The dc.metrics.Metric class is a wrapper around metric functions which interoperates with DeepChem dc.models.Model.

class deepchem.metrics.Metric(metric, task_averager=None, name=None, threshold=None, mode=None, compute_energy_metric=False)[source]

Wrapper class for computing user-defined metrics.

There are a variety of different metrics this class aims to support. At the most simple, metrics for classification and regression that assume that values to compare are scalars. More complicated, there may perhaps be two image arrays that need to be compared.

The Metric class provides a wrapper for standardizing the API around different classes of metrics that may be useful for DeepChem models. The implementation provides a few non-standard conveniences such as built-in support for multitask and multiclass metrics, and support for multidimensional outputs.

__init__(metric, task_averager=None, name=None, threshold=None, mode=None, compute_energy_metric=False)[source]
  • metric (function) – function that takes args y_true, y_pred (in that order) and computes desired score.
  • task_averager (function, optional) – If not None, should be a function that averages metrics across tasks. For example, task_averager=np.mean. If task_averager is provided, this task will be inherited as a multitask metric.
  • name (str, optional) – Name of this metric
  • threshold (float, optional) – Used for binary metrics and is the threshold for the positive class
  • mode (str, optional) – Must be either classification or regression.
  • compute_energy_metric (TODO(rbharath): Should this be removed?) –
compute_metric(y_true, y_pred, w=None, n_classes=2, filter_nans=True, per_task_metrics=False)[source]

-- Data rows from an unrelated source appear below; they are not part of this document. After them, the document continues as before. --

describe('plans', () => {
  const base = readRequest('How has revenue moved over time, by route?');
  const brief = { ...base, audience: 'analysts' as const, grain: 'month' as const, window: { start: '2022-01-01', end: '2025-06-19' } };

  it('gives every sub-question a catalog metric, a window and an id in order', () => {
    const plan = buildPlan(brief, exampleDataset, coverage);
    expect(plan.items.length).toBeGreaterThan(0);
    plan.items.forEach((sq, i) => {
      expect(sq.id).toBe(`q${i + 1}`);
      expect(exampleDataset.metrics.map((m) => m.name)).toContain(sq.metrics[0]);
      expect(sq.window.start < sq.window.end).toBe(true);
    });
    expect(plan.items[0]).toMatchObject({ template: 'series', kind: 'trend', lens: 'time_pattern' });
  });

  it('plans no item twice when two questions come to the same thing (issue 17 item 11)', () => {
    // Two sentences, both read as a trend of the same measure over the same period.
    const twice = withDefaults(readRequest('How has revenue moved over time, month by month? We want to see the busiest and quietest months.'), briefDefaults(readRequest('How has revenue moved over time, month by month?'), exampleDataset, coverage));
    const plan = buildPlan(twice, exampleDataset, coverage);
    const keys = [...plan.items, ...plan.leftOut].map(({ id: _id, ...sq }) => JSON.stringify(sq, Object.keys(sq).sort()));
    expect(keys.length).toBeGreaterThan(1);
    expect(new Set(keys).size).toBe(keys.length);
    // The whole set of answers is still planned: the one question's are all there.
    const once = buildPlan(withDefaults(readRequest('How has revenue moved over time, month by month?'), briefDefaults(readRequest('How has revenue moved over time, month by month?'), exampleDataset, coverage)), exampleDataset, coverage);
    expect(plan.items.map((sq) => sq.template)).toEqual(expect.arrayContaining(once.items.map((sq) => sq.template)));
  });

  it('reads edits: drop, grain, go, cancel', () => {
    expect(readPlanEdit('drop 1 and 3')).toEqual({ type: 'drop', numbers: [1, 3] });
    expect(readPlanEdit('make it weekly')).toEqual({ type: 'grain', grain: 'week' });
    expect(readPlanEdit('Go')).toEqual({ type: 'agree' });
    expect(readPlanEdit('cancel please')).toEqual({ type: 'cancel' });
    expect(readPlanEdit('what?')).toEqual({ type: 'unknown' });
    expect(readPlanEdit('add a breakdown by channel')).toEqual({ type: 'add_breakdown', phrase: 'channel' });
    expect(readPlanEdit('can you break it down by route?')).toEqual({ type: 'add_breakdown', phrase: 'route' });
    expect(readPlanEdit('use 2024 instead')).toEqual({ type: 'window', phrase: '2024' });
    expect(readPlanEdit('since 2023-04')).toEqual({ type: 'window', phrase: 'since 2023-04' });
  });

  it('refuses to drop an item that does not exist or every item', () => {
    const plan = buildPlan(brief, exampleDataset, coverage);
    expect(applyPlanEdit(plan, { type: 'drop', numbers: [99] }).error).toMatch(/no 99/);
    const all = plan.items.map((_, i) => i + 1);
    expect(applyPlanEdit(plan, { type: 'drop', numbers: all }).error).toMatch(/drop every item/);
  });
});

describe('the period table in the plan', () => {
  // Briefs built directly, as the request reader will hand them over.
  const question = (metrics: string[], extra: Partial<Question> = {}): Question => ({ text: 'the numbers', kind: 'growth', metrics, dimensions: [], filters: [], frequency: false, ...extra });
  const brief = (questions: Question[], extra: Partial<Brief> = {}): Brief => ({
    requestText: 'revenue, bookings and average fare per booking month by month for 2023 and 2024',
    questions,
    kinds: [...new Set(questions.map((q) => q.kind))],
    metrics: [...new Set(questions.flatMap((q) => q.metrics))],
    dimensions: [],
    unknownTerms: [],
    grain: 'month',
    window: { start: '2023-01-01', end: '2025-01-01' },
    audience: 'managers',
    ...extra,
  });
  const THREE = ['revenue', 'bookings', 'average_fare'];

  it('opens the plan with one table of the metrics named, at the brief’s grain and window', () => {
    const plan = buildPlan(brief([question(THREE)]), exampleDataset, coverage);
    expect(plan.items[0]).toEqual({ id: 'q1', kind: 'trend', lens: 'time_pattern', template: 'period_table', metrics: THREE, grain: 'month', window: { start: '2023-01-01', end: '2025-01-01' }, filters: [] });
    expect(plan.items.filter((sq) => sq.template === 'period_table')).toHaveLength(1);
    // The plan says what it is in words.
    expect(planText(plan, exampleDataset, 'en-IE')).toMatch(/^1\. A table of revenue, bookings and average fare per booking month by month \(January 2023 to December 2024\)/m);
  });

  it('plans no table for one metric, or without a grain, unless the numbers period by period are asked for', () => {
    const one = buildPlan(brief([question(['revenue'])]), exampleDataset, coverage);
    expect(one.items.some((sq) => sq.template === 'period_table')).toBe(false);
    const noGrain = buildPlan(brief([question(THREE)], { grain: undefined }), exampleDataset, coverage);
    expect(noGrain.items.some((sq) => sq.template === 'period_table')).toBe(false);
    const asked = buildPlan(brief([question(['revenue'], { table: true })], { grain: 'quarter' }), exampleDataset, coverage);
    expect(asked.items[0]).toMatchObject({ template: 'period_table', metrics: ['revenue'], grain: 'quarter' });
  });

  it('stays first and kept for leadership, and splits five metrics into tables of three and two', () => {
    const lead = buildPlan(brief([question(THREE)], { audience: 'leadership' }), exampleDataset, coverage);
    expect(lead.items[0]!.template).toBe('period_table');
    const five = buildPlan(brief([question(['revenue', 'bookings', 'average_fare', 'refund_rate', 'customers'])]), exampleDataset, coverage);
    expect(five.items.slice(0, 2).map((sq) => [sq.template, sq.metrics.length])).toEqual([
      ['period_table', 3],
      ['period_table', 2],
    ]);
    expect(MAX_TABLE_METRICS).toBe(4);
  });

  it('can be dropped like any item, and takes no breakdown', () => {
    const plan = buildPlan(brief([question(THREE)]), exampleDataset, coverage);
    const dropped = applyPlanEdit(plan, { type: 'drop', numbers: [1] }).plan;
    expect(dropped.items.some((sq) => sq.template === 'period_table')).toBe(false);
    expect(dropped.items[0]!.id).toBe('q1');
    const broken = applyPlanEdit(plan, { type: 'add_breakdown', phrase: 'route', dimension: 'route' }).plan;
    expect(broken.items.filter((sq) => sq.dimension === 'route').every((sq) => sq.metrics.length === 1)).toBe(true);
  });
});

describe('two values set against each other (issue 16)', () => {
  it('plans value_compare first for each metric when the request sets two values against each other', () => {
    const read = readRequest('Did phone bookings grow faster than kiosk bookings in 2024?');
    // The reader leaves the measure to a prompt here; the brief is as it stands after "bookings" is answered.
    const brief: Brief = { ...read, metrics: ['bookings', 'revenue'], questions: read.questions.map((x) => ({ ...x, metrics: ['bookings', 'revenue'] })) };
    const q = brief.questions.find((x) => x.contrast);
    expect(q?.contrast).toEqual({ dimension: 'channel', values: ['phone', 'kiosk'] });
    const plan = buildPlan(brief, exampleDataset, coverage);
    const head = plan.items.find((sq) => sq.template !== 'period_table')!;
    expect(head).toMatchObject({ template: 'value_compare', dimension: 'channel', contrast: { dimension: 'channel', values: ['phone', 'kiosk'] } });
    expect(plan.items.filter((sq) => sq.template === 'value_compare').map((sq) => sq.metrics[0])).toEqual(['bookings', 'revenue']);
    expect(plan.items.slice(0, 2).map((sq) => sq.template)).toEqual(['value_compare', 'value_compare']);
    expect(planText(plan, exampleDataset, 'en-IE')).toMatch(/phone against kiosk/);
  });

  it('plans no value_compare without a contrast', () => {
    const read = readRequest('How did bookings grow in 2024 by channel?');
    const plan = buildPlan({ ...read, metrics: ['bookings'], questions: read.questions.map((x) => ({ ...x, metrics: ['bookings'] })) }, exampleDataset, coverage);
    expect(plan.items.length).toBeGreaterThan(0);
    expect(plan.items.some((sq) => sq.template === 'value_compare')).toBe(false);
  });
});

describe('a grain finer than the data is stamped', () => {
  it('is read at the finest grain there is, and the card says why (data stamped once a month has no daily figures)', () => {
    const monthly = { ...coverage, stamps: 'monthly' as const };
    const brief = readRequest('What was daily revenue in 2024?');
    expect(brief.grain).toBe('day');
    const defaults = briefDefaults(brief, exampleDataset, monthly);
    expect(defaults.grainCapped).toMatchObject({ asked: 'day', value: 'month' });
    expect(defaults.grainCapped!.reason).toMatch(/stamped monthly, so monthly is the finest there is/);
    expect(withDefaults(brief, defaults).grain).toBe('month');
    // A grain the stamps allow is kept as read.
    expect(briefDefaults(readRequest('What was quarterly revenue in 2024?'), exampleDataset, monthly).grainCapped).toBeUndefined();
    // With nothing asked, the recommendation is never finer than the stamps either.
    expect(briefDefaults(readRequest('How has revenue moved?'), exampleDataset, { ...coverage, stamps: 'quarterly' as const, firstDate: '2024-01-01', lastDate: '2024-03-01' }).grain.value).toBe('quarter');
  });
});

Compute a performance metric for each task.

  • y_true (np.ndarray) – An np.ndarray containing true values for each task.
  • y_pred (np.ndarray) – An np.ndarray containing predicted values for each task.
  • w (np.ndarray, optional) – An np.ndarray containing weights for each datapoint.
  • n_classes (int, optional) – Number of classes in data for classification tasks.
  • filter_nans (bool, optional) – Remove NaN values in computed metrics
  • per_task_metrics (bool, optional) – If true, return computed metric for each task on multitask dataset.

Return type:

A numpy nd.array containing metric values for each task.

compute_singletask_metric(y_true, y_pred, w)[source]

Compute a metric value.

  • y_true (list) – A list of arrays containing true values for each task.
  • y_pred (list) – A list of arrays containing predicted values for each task.

Return type:

Float metric value.


NotImplementedError: If metric_str is not in METRICS.